Exercise goal: First find the line with "filename tests/api/scenarios.test.ts" in the entries below, then set down exactly every line through the line with "server.send('post', '/api/scenarios', designer, body);", that line included.

Input material:
-- Opening Marker --

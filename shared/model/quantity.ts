import { z } from 'zod';

import { DIMENSIONS, type Dimension } from '../quantity/dimension';
import { formatQuantity } from '../quantity/format';
import { parseQuantity, parseTolerancedText } from '../quantity/parse';

export interface QuantityRange {
  /** SI, inclusive. */
  min: number;
  /** SI, inclusive. */
  max: number;
  /** What the field is, for the JSON Schema. */
  describe: string;
}

/** A quantity with its tolerance band resolved. SI. */
export interface Toleranced {
  nominal: number;
  min: number;
  max: number;
}

type Raw = number | string;
type Issue = (message: string, path?: string[]) => void;

const rawQuantity = (dimension: Dimension) =>
  z.union([z.number(), z.string().max(64)], {
    error: `write a number in ${DIMENSIONS[dimension].unit || 'units of one'}, or text such as "${DIMENSIONS[dimension].example}"`,
  });

const issueOn =
  (context: z.RefinementCtx): Issue =>
  (message, path = []) =>
    context.addIssue({ code: 'custom', message, path });

const readSingle = (raw: Raw, dimension: Dimension, issue: Issue): number | null => {
  if (typeof raw === 'number') return raw;
  const parsed = parseQuantity(raw, dimension);
  if (parsed.ok) return parsed.value;
  issue(parsed.message);
  return null;
};

const refuseOutside = (value: number, dimension: Dimension, range: QuantityRange, issue: Issue): boolean => {
  if (value >= range.min && value <= range.max) return false;
  const [text, min, max] = [value, range.min, range.max].map((one) => formatQuantity(one, dimension));
  issue(`${text} is outside ${min} to ${max}`);
  return true;
};

const metaOf = (dimension: Dimension, range: QuantityRange) => ({
  description: `${range.describe}, from ${formatQuantity(range.min, dimension)} to ${formatQuantity(range.max, dimension)}`,
  unit: DIMENSIONS[dimension].unit,
});

/** One physical quantity: an SI number or text as an engineer types it; an SI number inside. */
export const quantity = (dimension: Dimension, range: QuantityRange) =>
  rawQuantity(dimension)
    .transform((raw, context): number => {
      const issue = issueOn(context);
      const value = readSingle(raw, dimension, issue);
      return value === null || refuseOutside(value, dimension, range, issue) ? z.NEVER : value;
    })
    .meta(metaOf(dimension, range));

/** A quantity, or one word in its place, such as "worst". */
export const quantityOr = <Word extends string>(word: Word, dimension: Dimension, range: QuantityRange) =>
  rawQuantity(dimension)
    .transform((raw, context): number | Word => {
      if (raw === word) return word;
      const issue = issueOn(context);
      const value = readSingle(raw, dimension, issue);
      return value === null || refuseOutside(value, dimension, range, issue) ? z.NEVER : value;
    })
    .meta({ ...metaOf(dimension, range), description: `${metaOf(dimension, range).description}, or "${word}"` });

const toBand = (nominal: number, fraction: number): Toleranced => ({
  nominal,
  min: nominal * (1 - fraction),
  max: nominal * (1 + fraction),
});

interface RawBand {
  nominal: Raw;
  tolerance?: Raw | undefined;
  min?: Raw | undefined;
  max?: Raw | undefined;
}

const readBand = (raw: RawBand, dimension: Dimension, issue: Issue): Toleranced | null => {
  const read = (key: keyof RawBand, as: Dimension) => {
    const given = raw[key];
    return given === undefined ? undefined : readSingle(given, as, (message) => issue(message, [key]));
  };
  const nominal = read('nominal', dimension);
  const tolerance = read('tolerance', 'ratio');
  const [min, max] = [read('min', dimension), read('max', dimension)];
  if (nominal === null || nominal === undefined || tolerance === null || min === null || max === null) return null;
  if (tolerance === undefined) return { nominal, min: min ?? nominal, max: max ?? nominal };
  if (min !== undefined || max !== undefined) issue('give either a tolerance or min and max, not both');
  else if (tolerance >= 0 && tolerance < 1) return toBand(nominal, tolerance);
  else issue('the tolerance is outside 0 % to 99.9 %', ['tolerance']);
  return null;
};

/**
 * A quantity with a tolerance: a bare value, text such as "470u ±20 %", `{nominal, tolerance}` or
 * `{nominal, min, max}`. Inside always `{nominal, min, max}`, in SI.
 */
export const toleranced = (dimension: Dimension, range: QuantityRange) => {
  const raw = rawQuantity(dimension);
  const object = z.strictObject({
    nominal: raw,
    tolerance: rawQuantity('ratio').optional(),
    min: raw.optional(),
    max: raw.optional(),
  });
  return z
    .union([z.number(), z.string().max(64), object], {
      error: `write a value such as "${DIMENSIONS[dimension].example}", or an object with nominal and either tolerance, or min and max`,
    })
    .transform((given, context): Toleranced => {
      const issue = issueOn(context);
      let band: Toleranced | null = null;
      if (typeof given === 'number') band = toBand(given, 0);
      else if (typeof given === 'object') band = readBand(given, dimension, issue);
      else {
        const parsed = parseTolerancedText(given, dimension);
        if (parsed.ok) band = toBand(parsed.value, parsed.tolerance);
        else issue(parsed.message);
      }
      if (!band) return z.NEVER;
      for (const value of [band.min, band.max, band.nominal]) {
        if (refuseOutside(value, dimension, range, issue)) return z.NEVER;
      }
      if (band.min <= band.nominal && band.nominal <= band.max) return band;
      issue('min, nominal and max must rise in this order');
      return z.NEVER;
    })
    .meta(metaOf(dimension, range));
};
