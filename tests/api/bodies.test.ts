import { gzipSync } from 'node:zlib';

import { DEPTH_LIMIT } from '../../server/http/json-body';
import { ApiServer } from '../support/api-server';
import { sampleScenario } from '../support/sample-scenario';

let server: ApiServer;
let designer: string;
beforeAll(async () => {
  server = await ApiServer.start();
  designer = await server.signIn(server.people.designer);
});
afterAll(() => server.stop());

const post = (body: string | Buffer, headers: Record<string, string> = {}) =>
  server.send('post', '/api/scenarios', designer).set({ 'Content-Type': 'application/json', ...headers }).send(body);
const nested = (depth: number) => `${'['.repeat(depth)}${']'.repeat(depth)}`;

test.each([
  ['cut off', '{"scenario": {'],
  ['with a trailing comma', '{"scenario": 1,}'],
  ['not an object or a list', '"scenario"'],
  ['holding NaN', '{"scenario": NaN}'],
  ['nested too deep', `{"scenario": ${nested(DEPTH_LIMIT)}}`],
  ['nested a hundred thousand deep', nested(100_000)],
])('a body %s is malformed', async (_what, body) => {
  const answer = await post(body).expect(400);
  expect(answer.body).toMatchObject({ code: 'malformed-body', status: 400 });
  expect(answer.headers['content-type']).toMatch(/^application\/problem\+json/);
});

test.each([
  ['U+0000', 'name', { name: 'a\0b' }],
  ['half a character', 'notes', { notes: '\ud83d' }],
])('text that the database cannot hold is refused with the field named: %s', async (_what, field, wrong) => {
  const answer = await post(JSON.stringify({ scenario: sampleScenario(wrong) })).expect(400);
  expect(answer.body).toMatchObject({ code: 'invalid-input', issues: [{ path: `scenario.${field}` }] });
});

test('brackets inside text do not count as depth', async () => {
  await post(JSON.stringify({ scenario: sampleScenario({ notes: `${'['.repeat(200)} \\" ${'{'.repeat(200)}` }) })).expect(201);
});

test('a body of 257 kB is too large', async () => {
  const answer = await post(JSON.stringify({ scenario: sampleScenario(), filler: 'x'.repeat(257 * 1024) })).expect(413);
  expect(answer.body).toMatchObject({ code: 'body-too-large' });
});

test.each([
  ['of another type', { 'Content-Type': 'text/plain' }],
  ['of a form', { 'Content-Type': 'application/x-www-form-urlencoded' }],
  ['in another encoding', { 'Content-Type': 'application/json; charset=koi8-r' }],
])('a body %s is not taken', async (_what, headers) => {
  const answer = await post('{}', headers).expect(415);
  expect(answer.body).toMatchObject({ code: 'unsupported-media' });
});

test('a compressed body is not taken, so that it cannot swell', async () => {
  const answer = await server
    .send('post', '/api/scenarios', designer)
    .set({ 'Content-Type': 'application/json', 'Content-Encoding': 'gzip' })
    .serialize((body: unknown) => body as string)
    .send(gzipSync(Buffer.alloc(10_000_000, ' ')));
  expect(answer.status).toBe(415);
});

test('no body at all is named as a missing one', async () => {
  const answer = await server.send('post', '/api/scenarios', designer).expect(400);
  expect(answer.body).toMatchObject({ code: 'invalid-input', issues: [{ path: '', message: 'is missing' }] });
});

test.each(['__proto__', 'constructor', 'prototype'])('the key %s is refused like any other unknown one', async (key) => {
  const scenario = JSON.stringify(sampleScenario());
  const answer = await post(`{"scenario": ${scenario.slice(0, -1)}, "${key}": {"polluted": true}}}`).expect(400);
  expect(answer.body).toMatchObject({ code: 'invalid-input' });
  expect(({} as { polluted?: boolean }).polluted).toBeUndefined();
});

test('numbers beyond what a double holds are refused with the field named', async () => {
  const scenario = JSON.stringify(sampleScenario({ duration: 12345 }));
  const answer = await post(`{"scenario": ${scenario.replace('12345', '1e309')}}`).expect(400);
  expect(answer.body).toMatchObject({ code: 'invalid-input', issues: [{ path: 'scenario.duration' }] });
});

test('a search for U+0000 is refused, not passed on to the database', async () => {
  const answer = await server.send('get', '/api/parts?search=a%00b', designer).expect(400);
  expect(answer.body).toMatchObject({ code: 'invalid-input', issues: [{ path: 'search' }] });
});
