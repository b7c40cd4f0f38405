import { z } from 'zod';

import { CHECKS, type CheckId } from './check-list';

export { CHECKS, type Block, type CheckId } from './check-list';

export const CHECK_IDS = Object.keys(CHECKS) as [CheckId, ...CheckId[]];
export const checkIdSchema = z.enum(CHECK_IDS);
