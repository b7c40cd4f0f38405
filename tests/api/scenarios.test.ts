import { randomUUID } from 'node:crypto';

import { ScenarioRow } from '../../server/scenarios/scenario-entity';
import { type ScenarioRecord, scenarioListSchema, scenarioRecordSchema } from '../../shared/contracts/scenario';
import { type ScenarioInput, scenarioSchema } from '../../shared/model/scenario';
import { ApiServer } from '../support/api-server';
import { samplePart, sampleScenario } from '../support/sample-scenario';

let server: ApiServer;
let designer: string;
let reviewer: string;
beforeAll(async () => {
  server = await ApiServer.start();
  [designer, reviewer] = [await server.signIn(server.people.designer), await server.signIn(server.people.reviewer)];
});
afterAll(() => server.stop());
beforeEach(() => server.database.query('DELETE FROM scenario'));

const post = (body: { id?: string; scenario: ScenarioInput }) => server.send('post', '/api/scenarios', designer, body);
const put = (id: string, version: number, scenario: ScenarioInput) => server.send('put', `/api/scenarios/${id}`, designer, { version, scenario });
const create = async (scenario = sampleScenario()): Promise<ScenarioRecord> => scenarioRecordSchema.parse((await post({ scenario }).expect(201)).body);
const read = async (id: string): Promise<ScenarioRecord> => scenarioRecordSchema.parse((await server.send('get', `/api/scenarios/${id}`, reviewer).expect(200)).body);
const list = async (query = '') => scenarioListSchema.parse((await server.send('get', `/api/scenarios${query}`, designer).expect(200)).body);
const names = async (query = '') => (await list(query)).scenarios.map(({ name }) => name);

describe('creating', () => {
  test('answers with the scenario in SI, whichever way it was written', async () => {
    const answer = await post({ scenario: sampleScenario({ name: 'Bench supply' }) }).expect(201);
    const record = scenarioRecordSchema.parse(answer.body);
    expect(answer.headers.location).toBe(`/api/scenarios/${record.id}`);
    expect(record).toMatchObject({ name: 'Bench supply', version: 1, mayEdit: true, updatedBy: server.people.designer.name, keyFigures: '230 V, NTC 10 Ω' });
    expect(record.scenario).toEqual(scenarioSchema.parse(sampleScenario({ name: 'Bench supply' })));
    expect(record.path).toEqual({ source: 'ac', fuse: false, elements: [{ kind: 'ntc', bypass: false }], rectifier: 'bridge', load: 'resistance' });
  });

  test('twice with the same id and content makes one', async () => {
    const id = randomUUID();
    const bodies = [1, 2, 3].map(() => post({ id: id.toUpperCase(), scenario: sampleScenario() }));
    const answers = await Promise.all(bodies);
    expect(answers.map(({ status }) => status)).toEqual([201, 201, 201]);
    expect((await list()).scenarios.map((one) => one.id)).toEqual([id]);
  });

  test('twice with the same id and other content is refused, with the one that is there', async () => {
    const { id } = await create(sampleScenario({ name: 'First' }));
    const answer = await post({ id, scenario: sampleScenario({ name: 'Second' }) }).expect(409);
    expect(answer.body).toMatchObject({ code: 'version-conflict', conflict: { id, name: 'First' } });
  });

  test("with an id of another team's tells nothing about theirs", async () => {
    const stranger = await server.signIn(server.stranger);
    const id = randomUUID();
    await server.send('post', '/api/scenarios', stranger, { id, scenario: sampleScenario() }).expect(201);
    const answer = await post({ id, scenario: sampleScenario() }).expect(409);
    expect(answer.body).not.toHaveProperty('conflict');
  });

  test('names the wrong field of a scenario', async () => {
    const scenario = { ...sampleScenario(), bulk: { capacitance: 'plenty', esr: 0 } };
    const answer = await post({ scenario }).expect(400);
    expect(answer.body).toMatchObject({ code: 'invalid-input', issues: [{ path: 'scenario.bulk.capacitance' }] });
  });
});

describe('saving', () => {
  test('wants the version that it starts from', async () => {
    const { id } = await create();
    const answer = await server.send('put', `/api/scenarios/${id}`, designer, { scenario: sampleScenario() }).expect(400);
    expect(answer.body).toMatchObject({ issues: [{ path: 'version', message: 'is missing' }] });
  });

  test('raises the version and keeps what was written', async () => {
    const { id } = await create();
    const saved = scenarioRecordSchema.parse((await put(id, 1, sampleScenario({ name: 'Renamed', notes: 'µ, Ω and “quotes”' })).expect(200)).body);
    expect(saved).toMatchObject({ version: 2, name: 'Renamed' });
    expect((await read(id)).scenario.notes).toBe('µ, Ω and “quotes”');
  });

  test('over a newer version saves nothing and answers with the newer one', async () => {
    const { id } = await create();
    await put(id, 1, sampleScenario({ name: 'Theirs' })).expect(200);
    const answer = await put(id, 1, sampleScenario({ name: 'Mine' })).expect(409);
    expect(answer.body).toMatchObject({ code: 'version-conflict', conflict: { version: 2, name: 'Theirs', scenario: { name: 'Theirs' } } });
    expect(scenarioRecordSchema.parse((answer.body as { conflict: unknown }).conflict).mayEdit).toBe(true);
    expect((await read(id)).name).toBe('Theirs');
  });

  test('by many at once lets exactly one win', async () => {
    const { id } = await create();
    const writers = Array.from({ length: 8 }, (_, index) => put(id, 1, sampleScenario({ name: `Writer ${index}` })));
    const answers = await Promise.all(writers);
    const won = answers.filter(({ status }) => status === 200);
    expect(won).toHaveLength(1);
    expect(answers.filter(({ status }) => status === 409)).toHaveLength(7);
    expect(await read(id)).toMatchObject({ version: 2, name: (won[0]!.body as ScenarioRecord).name });
  });

  test('a version from the future is as stale as one from the past', async () => {
    const { id } = await create();
    await put(id, 2, sampleScenario()).expect(409);
  });
});

describe('deleting', () => {
  test('removes it, once', async () => {
    const { id } = await create();
    await server.send('delete', `/api/scenarios/${id}`, designer).expect(204);
    await server.send('get', `/api/scenarios/${id}`, designer).expect(404);
    await server.send('delete', `/api/scenarios/${id}`, designer).expect(404);
    await put(id, 1, sampleScenario()).expect(404);
  });
});

describe('reading', () => {
  test('tells who may not edit', async () => {
    const { id } = await create();
    expect((await read(id)).mayEdit).toBe(false);
  });
});

describe('the list', () => {
  test('shows the last changed first', async () => {
    const first = await create(sampleScenario({ name: 'First' }));
    await create(sampleScenario({ name: 'Second' }));
    expect(await names()).toEqual(['Second', 'First']);
    await put(first.id, 1, sampleScenario({ name: 'First again' }));
    expect(await names()).toEqual(['First again', 'Second']);
  });

  test('goes page by page through everything once, also where times are equal', async () => {
    for (let index = 0; index < 7; index += 1) await create(sampleScenario({ name: `Scenario ${index}` }));
    await server.database.query(`UPDATE scenario SET updated_at = '2026-01-01T00:00:00Z' WHERE name < 'Scenario 5'`);
    const seen: string[] = [];
    let next: string | null = null;
    do {
      const page = await list(`?limit=2${next === null ? '' : `&after=${encodeURIComponent(next)}`}`);
      expect(page.scenarios.length).toBeLessThanOrEqual(2);
      seen.push(...page.scenarios.map(({ name }) => name));
      next = page.next;
    } while (next !== null);
    expect([...seen].sort()).toEqual(Array.from({ length: 7 }, (_, index) => `Scenario ${index}`));
  });

  test('finds a piece of a name in any case, and takes wildcards for what they are', async () => {
    await create(sampleScenario({ name: 'Charger 100%' }));
    await create(sampleScenario({ name: 'Lamp_driver' }));
    await create(sampleScenario({ name: 'Lamp driver' }));
    expect(await names('?search=CHARG')).toEqual(['Charger 100%']);
    expect(await names('?search=%25')).toEqual(['Charger 100%']);
    expect(await names('?search=lamp_')).toEqual(['Lamp_driver']);
    expect(await names(`?search=${encodeURIComponent("'; DROP TABLE scenario; --")}`)).toEqual([]);
  });

  test.each(['?limit=0', '?limit=201', '?limit=many', '?after=nonsense', '?after=WzEsMl0', '?order=name', `?after=${Buffer.from(JSON.stringify(['never', randomUUID()])).toString('base64url')}`])(
    'names what is wrong in %s',
    async (query) => {
      const answer = await server.send('get', `/api/scenarios${query}`, designer).expect(400);
      expect(answer.body).toMatchObject({ code: 'invalid-input', issues: [{ path: query.slice(1, query.indexOf('=')) }] });
    },
  );

  test("shows nothing of another team's", async () => {
    await create();
    const stranger = await server.send('get', '/api/scenarios', await server.signIn(server.stranger)).expect(200);
    expect(stranger.body).toEqual({ scenarios: [], next: null });
  });
});

describe('the verdict of a saved draft', () => {
  test('is not waited for by the answer, and is there once it has been computed', async () => {
    const record = await create(sampleScenario({ limits: { peakCurrent: 1 } }));
    expect(record.verdict).toBeNull();
    await server.composed.verdicts.settled();
    const [summary] = (await list()).scenarios;
    expect(summary).toMatchObject({ version: 1, verdict: { status: 'fail' }, closest: { status: 'fail', rating: 1 } });
    expect(summary!.verdict!.counts.fail).toBeGreaterThan(0);
  });

  test('is that of the newest version', async () => {
    const { id } = await create(sampleScenario({ limits: { peakCurrent: 1 } }));
    await put(id, 1, sampleScenario({ limits: { peakCurrent: '10k' } })).expect(200);
    await server.composed.verdicts.settled();
    const { checks } = (await server.send('post', '/api/simulations', designer, { scenario: sampleScenario({ limits: { peakCurrent: '10k' } }) }).expect(200)).body.assessment as { checks: unknown[] };
    expect((await read(id)).closest).toEqual(checks[0]);
  });

  test('of an older engine is computed again', async () => {
    const { id } = await create();
    await server.composed.verdicts.settled();
    const computed = (await read(id)).verdict;
    const rows = server.database.getRepository(ScenarioRow);
    const { engineVersion } = await rows.findOneByOrFail({ id });
    await rows.update({ id }, { engineVersion: 'older', verdict: { status: 'pass', counts: { fail: 0, 'not-assessed': 0, caution: 0, pass: 0, 'set-aside': 0 } } });
    await server.composed.verdicts.discardOlderThan(engineVersion!);
    server.composed.verdicts.wake();
    await server.composed.verdicts.settled();
    expect((await read(id)).verdict).toEqual(computed);
    expect(await rows.findOneByOrFail({ id })).toMatchObject({ engineVersion });
  });
});

test('key figures name supply, limiter and contact', async () => {
  const bypass = { releaseTime: 0.05, contactResistance: 0.02 };
  const timed = await create(sampleScenario({ limiter: [{ part: samplePart(), bypass: { ...bypass, closes: { when: 'time', at: '300m' } } }] }));
  expect(timed.keyFigures).toBe('230 V, NTC 10 Ω, bypass 300 ms');
  const byVoltage = await create(sampleScenario({ limiter: [{ part: samplePart(), bypass: { ...bypass, closes: { when: 'bus-voltage', above: 330 } } }] }));
  expect(byVoltage.keyFigures).toBe('230 V, NTC 10 Ω, bypass at 330 V');
  const bare = await create(sampleScenario({ source: { kind: 'dc', voltage: 24, impedance: { resistance: 0.1, inductance: 0 } }, limiter: [], rectifier: { kind: 'none' } }));
  expect(bare.keyFigures).toBe('24 V DC, no limiter');
});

-- Closing Marker --

Reply:
filename tests/api/scenarios.test.ts
import { randomUUID } from 'node:crypto';

import { ScenarioRow } from '../../server/scenarios/scenario-entity';
import { type ScenarioRecord, scenarioListSchema, scenarioRecordSchema } from '../../shared/contracts/scenario';
import { type ScenarioInput, scenarioSchema } from '../../shared/model/scenario';
import { ApiServer } from '../support/api-server';
import { samplePart, sampleScenario } from '../support/sample-scenario';

let server: ApiServer;
let designer: string;
let reviewer: string;
beforeAll(async () => {
  server = await ApiServer.start();
  [designer, reviewer] = [await server.signIn(server.people.designer), await server.signIn(server.people.reviewer)];
});
afterAll(() => server.stop());
beforeEach(() => server.database.query('DELETE FROM scenario'));

const post = (body: { id?: string; scenario: ScenarioInput }) => server.send('post', '/api/scenarios', designer, body);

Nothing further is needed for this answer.